Exercise instructions — Scan the data below for lines holding the word "leadingResult", and copy each line found.

Saved entries:
/**
 * Analyses a campaign from its plan and daily counts: for every calendar day the cumulative arms,
 * the lift (absolute, relative), the fixed-horizon z-test (the naive peek), the always-valid mSPRT
 * p-value with confidence sequences for the absolute and the relative lift, data health (row checks,
 * SRM by chi-square and by the anytime-valid Dirichlet–multinomial test) and the call; per treatment
 * arm with Bonferroni α/k, plus a campaign-level aggregate. The cost of peeking of the actual look
 * schedule is computed once, for the last day (it is too costly for every day of every campaign).
 *
 * Rules (see {@link decideCall}): a failed health check (any issue dated on or before the day, or the
 * anytime-valid SRM p below 0.001) makes the day `suspect`; `flat` uses `baselineRate·minimumLift`;
 * `horizon` is day `maxDays`, or without it the day every arm reaches n*. τ is `plan.tau` or
 * {@link tauFromPlan} for the first treatment arm at α/k; the relative sequence runs the mSPRT on
 * log(m_T/m_C) with τ/baseline. The always-valid results are two-sided whatever `sides` is (a
 * conservative one-sided reading). With estimated variances the guarantee is asymptotic
 * (Waudby-Smith et al. 2024).
 * Reference: DESIGN.md §3; Johari, Koomen, Pekelis & Walsh (2022); Lindon & Malek (2022);
 * Armitage, McPherson & Rowe (1969). Complexity: O(days · arms) plus one peeking-cost recursion.
 *
 * @param plan - the {@link CampaignPlan}; arms must include `holdout` and at least one treatment
 * @param rows - daily new counts per arm (any order); bad rows are reported as health issues, not thrown
 * @param options.peekingCost - compute the peeking cost (default true)
 * @param options.srmPriorStrength - SRM Dirichlet prior strength, default 100
 * @param options.srmSignificanceLevel - SRM gate, default 0.001
 * @returns the {@link CampaignAnalysis}
 * @throws RangeError when the plan is invalid, or no τ is given and the plan cannot derive one
 * @example analyzeCampaign({ metric: "conversion", significanceLevel: 0.05, sides: 2, tau: 0.01, arms: [{ key: "holdout", share: 0.5 }, { key: "treatment", share: 0.5 }] }, [{ date: "2026-03-01", arm: "holdout", n: 1000, sum: 100, sumSq: 100 }, { date: "2026-03-01", arm: "treatment", n: 1000, sum: 130, sumSq: 130 }]).days[0].call // "collecting"
 */
export function analyzeCampaign(
  plan: CampaignPlan,
  rows: readonly DailyCountRow[],
  options: { peekingCost?: boolean; srmPriorStrength?: number; srmSignificanceLevel?: number } = {},
): CampaignAnalysis {
  const name = "analyzeCampaign";
  if (plan === null || typeof plan !== "object") throw new RangeError(`${name} requires a plan`);
  if (plan.metric !== "conversion" && plan.metric !== "mean") throw new RangeError(`${name} requires metric "conversion" or "mean", got ${String(plan.metric)}`);
  requireProbability(name, "significanceLevel", plan.significanceLevel);
  requireSides(name, plan.sides);
  if (!Array.isArray(plan.arms)) throw new RangeError(`${name} requires plan.arms`);
  const keys = plan.arms.map((arm) => arm.key);
  if (new Set(keys).size !== keys.length) throw new RangeError(`${name} requires unique arm keys`);
  if (!keys.includes(HOLDOUT_ARM)) throw new RangeError(`${name} requires an arm "${HOLDOUT_ARM}"`);
  const treatmentArms = keys.filter((key) => key !== HOLDOUT_ARM);
  if (treatmentArms.length === 0) throw new RangeError(`${name} requires at least one treatment arm`);
  const shares = normalizeShares(name, plan.arms.map((arm) => arm.share));
  if (!Array.isArray(rows)) throw new RangeError(`${name} requires rows to be an array`);
  if (plan.maxDays !== undefined && (!Number.isInteger(plan.maxDays) || plan.maxDays < 1)) {
    throw new RangeError(`${name} requires maxDays to be a positive integer, got ${plan.maxDays}`);
  }
  const srmPriorStrength = options.srmPriorStrength ?? HEALTH_DEFAULTS.srmPriorStrength;
  const srmSignificanceLevel = options.srmSignificanceLevel ?? HEALTH_DEFAULTS.srmSignificanceLevel;
  requireProbability(name, "srmSignificanceLevel", srmSignificanceLevel);

  const armSignificanceLevel = bonferroniLevel(plan.significanceLevel, treatmentArms.length);
  const holdoutShare = shares[keys.indexOf(HOLDOUT_ARM)];
  const canPlan = plan.baselineRate !== undefined && plan.minimumLift !== undefined && plan.power !== undefined;
  let plannedSampleSize: Record<string, SampleSize> | null = null;
  let tau = plan.tau;
  if (canPlan) {
    plannedSampleSize = {};
    for (const arm of treatmentArms) {
      const share = shares[keys.indexOf(arm)];
      const derived = tauFromPlan({
        metric: plan.metric,
        baselineRate: plan.baselineRate!,
        minimumLift: plan.minimumLift!,
        significanceLevel: armSignificanceLevel,
        power: plan.power!,
        sides: plan.sides,
        holdoutShare: holdoutShare / (holdoutShare + share),
        standardDeviation: plan.standardDeviation,
      });
      plannedSampleSize[arm] = derived.sampleSize;
      if (tau === undefined) tau = derived.tau;
    }
  }
  if (tau === undefined) throw new RangeError(`${name} requires tau, or baselineRate, minimumLift and power to derive it`);
  requireFinite(name, "tau", tau);
  if (tau <= 0) throw new RangeError(`${name} requires tau > 0, got ${tau}`);
  const tauRelative = plan.baselineRate !== undefined && plan.baselineRate > 0 ? tau / plan.baselineRate : null;
  const minimumAbsoluteLift =
    plan.baselineRate !== undefined && plan.minimumLift !== undefined && plan.baselineRate * plan.minimumLift > 0 ? plan.baselineRate * plan.minimumLift : null;

  const issues = checkDailyCounts(rows, { metric: plan.metric, arms: keys });
  const armIndex = new Map(keys.map((key, index) => [key, index]));
  let firstDay = Infinity;
  let lastDay = -Infinity;
  const parsed: { day: number; arm: number; row: DailyCountRow }[] = [];
  for (const row of rows) {
    const day = dayNumber(row?.date);
    const arm = armIndex.get(row?.arm);
    if (day === null || arm === undefined || !Number.isFinite(row.n) || !Number.isFinite(row.sum) || !Number.isFinite(row.sumSq)) continue;
    parsed.push({ day, arm, row });
    if (day < firstDay) firstDay = day;
    if (day > lastDay) lastDay = day;
  }
  const dayCount = parsed.length === 0 ? 0 : lastDay - firstDay + 1;
  const dates: string[] = new Array(dayCount);
  for (const { day, row } of parsed) dates[day - firstDay] = row.date;
  const armCount = keys.length;
  const added = new Float64Array(dayCount * armCount * 3);
  for (const { day, arm, row } of parsed) {
    const offset = ((day - firstDay) * armCount + arm) * 3;
    added[offset] += row.n;
    added[offset + 1] += row.sum;
    added[offset + 2] += row.sumSq;
  }
  const issueDays = issues.map((issue) => (issue.date === null ? -Infinity : dayNumber(issue.date)! - firstDay));

  const totalsByDay: ArmTotals[][] = [];
  const running = new Float64Array(armCount * 3);
  for (let d = 0; d < dayCount; d++) {
    const today: ArmTotals[] = [];
    for (let a = 0; a < armCount; a++) {
      const offset = (d * armCount + a) * 3;
      running[a * 3] += added[offset];
      running[a * 3 + 1] += added[offset + 1];
      running[a * 3 + 2] += added[offset + 2];
      today.push({ n: running[a * 3], sum: running[a * 3 + 1], sumSq: running[a * 3 + 2] });
    }
    totalsByDay.push(today);
  }
  const valid = totalsByDay.map((today) => today.map((totals) => totalsAreValid(totals, plan.metric)));
  const minimumUnits = plan.metric === "conversion" ? 1 : 2;
  const quantile = normalQuantile(1 - armSignificanceLevel / plan.sides);
  const holdoutIndex = armIndex.get(HOLDOUT_ARM)!;

  const perArm = treatmentArms.map((arm) => {
    const index = armIndex.get(arm)!;
    const fixed: ArmDayResult["fixed"][] = [];
    const lifts: ArmDayResult["lift"][] = [];
    const looks: SequenceLook[] = [];
    const relativeLooks: SequenceLook[] = [];
    for (let d = 0; d < dayCount; d++) {
      const treatment = totalsByDay[d][index];
      const holdout = totalsByDay[d][holdoutIndex];
      if (!valid[d][index] || !valid[d][holdoutIndex] || treatment.n < minimumUnits || holdout.n < minimumUnits) {
        fixed.push({ z: null, p: null, ci: null, relativeCi: null, unpooled: null });
        lifts.push({ absolute: null, relative: null });
        looks.push(null);
        relativeLooks.push(null);
        continue;
      }
      const test = twoSampleZTestUnchecked(treatment, holdout, plan.metric, plan.sides, quantile);
      fixed.push({ z: test.pooled.z, p: test.pooled.p, ci: test.ci.absolute, relativeCi: test.ci.relative, unpooled: test.unpooled });
      lifts.push({ absolute: test.absolute, relative: test.relative });
      const lift = test.lift;
      looks.push(lift.variance > 0 ? { estimate: lift.absolute, variance: lift.variance } : null);
      relativeLooks.push(
        tauRelative !== null && lift.logRatio !== null && lift.logRatioVariance !== null && lift.logRatioVariance > 0
          ? { estimate: lift.logRatio, variance: lift.logRatioVariance }
          : null,
      );
    }
    const sequence = alwaysValidSequence(looks, { tau: tau!, significanceLevel: armSignificanceLevel });
    const relativeSequence =
      tauRelative === null ? null : alwaysValidSequence(relativeLooks, { tau: tauRelative, significanceLevel: armSignificanceLevel });
    return { arm, index, fixed, lifts, sequence, relativeSequence };
  });

  const days: DayResult[] = [];
  let srmP = 1;
  let issuePointer = 0;
  for (let d = 0; d < dayCount; d++) {
    const today = totalsByDay[d];
    const counts = today.map((totals) => totals.n);
    let chiSquare: DayResult["health"]["srm"]["chiSquare"] = null;
    let sequentialSrm: DayResult["health"]["srm"]["sequential"] = null;
    if (valid[d].every(Boolean) && counts.some((count) => count > 0)) {
      // Totals valid ⇒ counts are non-negative integers; shares were normalised above.
      const statistic = sampleRatioChiSquareStatistic(counts, shares);
      chiSquare = { statistic, p: chiSquareSurvival(statistic, armCount - 1) };
      const logBayesFactor = dirichletMultinomialLogBayesFactorUnchecked(counts, shares, srmPriorStrength);
      srmP = Math.min(srmP, Math.exp(-logBayesFactor));
      sequentialSrm = { bayesFactor: Math.exp(logBayesFactor), p: srmP };
    }
    const arms: Record<string, ArmTotals> = {};
    for (let a = 0; a < armCount; a++) arms[keys[a]] = today[a];
    const todaysIssues: HealthIssue[] = [];
    while (issuePointer < issues.length && issueDays[issuePointer] <= d) {
      if (issueDays[issuePointer] === d || (d === 0 && issueDays[issuePointer] < 0)) todaysIssues.push(issues[issuePointer]);
      issuePointer++;
    }
    const healthy = issuePointer === 0 && srmP >= srmSignificanceLevel;
    const dayOfCampaign = d + 1;
    const byArm: Record<string, ArmDayResult> = {};
    let leading = perArm[0];
    const calls: Call[] = [];
    for (const result of perArm) {
      const step = result.sequence[d];
      const horizonReached =
        plan.maxDays !== undefined
          ? dayOfCampaign >= plan.maxDays
          : plannedSampleSize !== null &&
            today[result.index].n >= plannedSampleSize[result.arm].treatment &&
            today[holdoutIndex].n >= plannedSampleSize[result.arm].holdout;
      const call = decideCall({ healthy, p: step.p, cs: step.cs, significanceLevel: armSignificanceLevel, minimumAbsoluteLift, horizonReached });
      calls.push(call);
      byArm[result.arm] = {
        lift: result.lifts[d],
        fixed: result.fixed[d],
        sequential: { p: step.p, cs: step.cs, relativeCs: result.relativeSequence === null ? null : relativeInterval(result.relativeSequence[d].cs) },
        call,
      };
      if (step.p < leading.sequence[d].p) leading = result;
    }
    const leadingResult = byArm[leading.arm];
    days.push({
      date: dates[d] ?? formatDay(firstDay + d),
      dayNumber: dayOfCampaign,
      arms,
      health: { ok: healthy, issues: todaysIssues.length === 0 ? NO_ISSUES : todaysIssues, srm: { chiSquare, sequential: sequentialSrm } },
      leadingArm: leading.arm,
      lift: leadingResult.lift,
      fixed: leadingResult.fixed,
      sequential: leadingResult.sequential,
      call: campaignCall(calls),
      byArm,
    });
  }

  let peekingCost: number | null = null;
  let peekingLooks = 0;
  if (options.peekingCost !== false) {
    const units: number[] = [];
    for (let d = 0; d < dayCount; d++) {
      if (perArm.every((result) => result.fixed[d].z !== null)) units.push(totalsByDay[d].reduce((sum, totals) => sum + totals.n, 0));
    }
    const fractions = lookFractions(units);
    peekingLooks = fractions.length;
    if (fractions.length > 0) peekingCost = naivePeekingError(fractions, { significanceLevel: armSignificanceLevel, sides: plan.sides });
  }

  return {
    tau,
    tauRelative,
    significanceLevel: plan.significanceLevel,
    armSignificanceLevel,
    plannedSampleSize,
    treatmentArms,
    issues,
    days,
    peekingCost,
    peekingLooks,
  };
}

Task response —
    const leadingResult = byArm[leading.arm];
      lift: leadingResult.lift,
      fixed: leadingResult.fixed,
      sequential: leadingResult.sequential,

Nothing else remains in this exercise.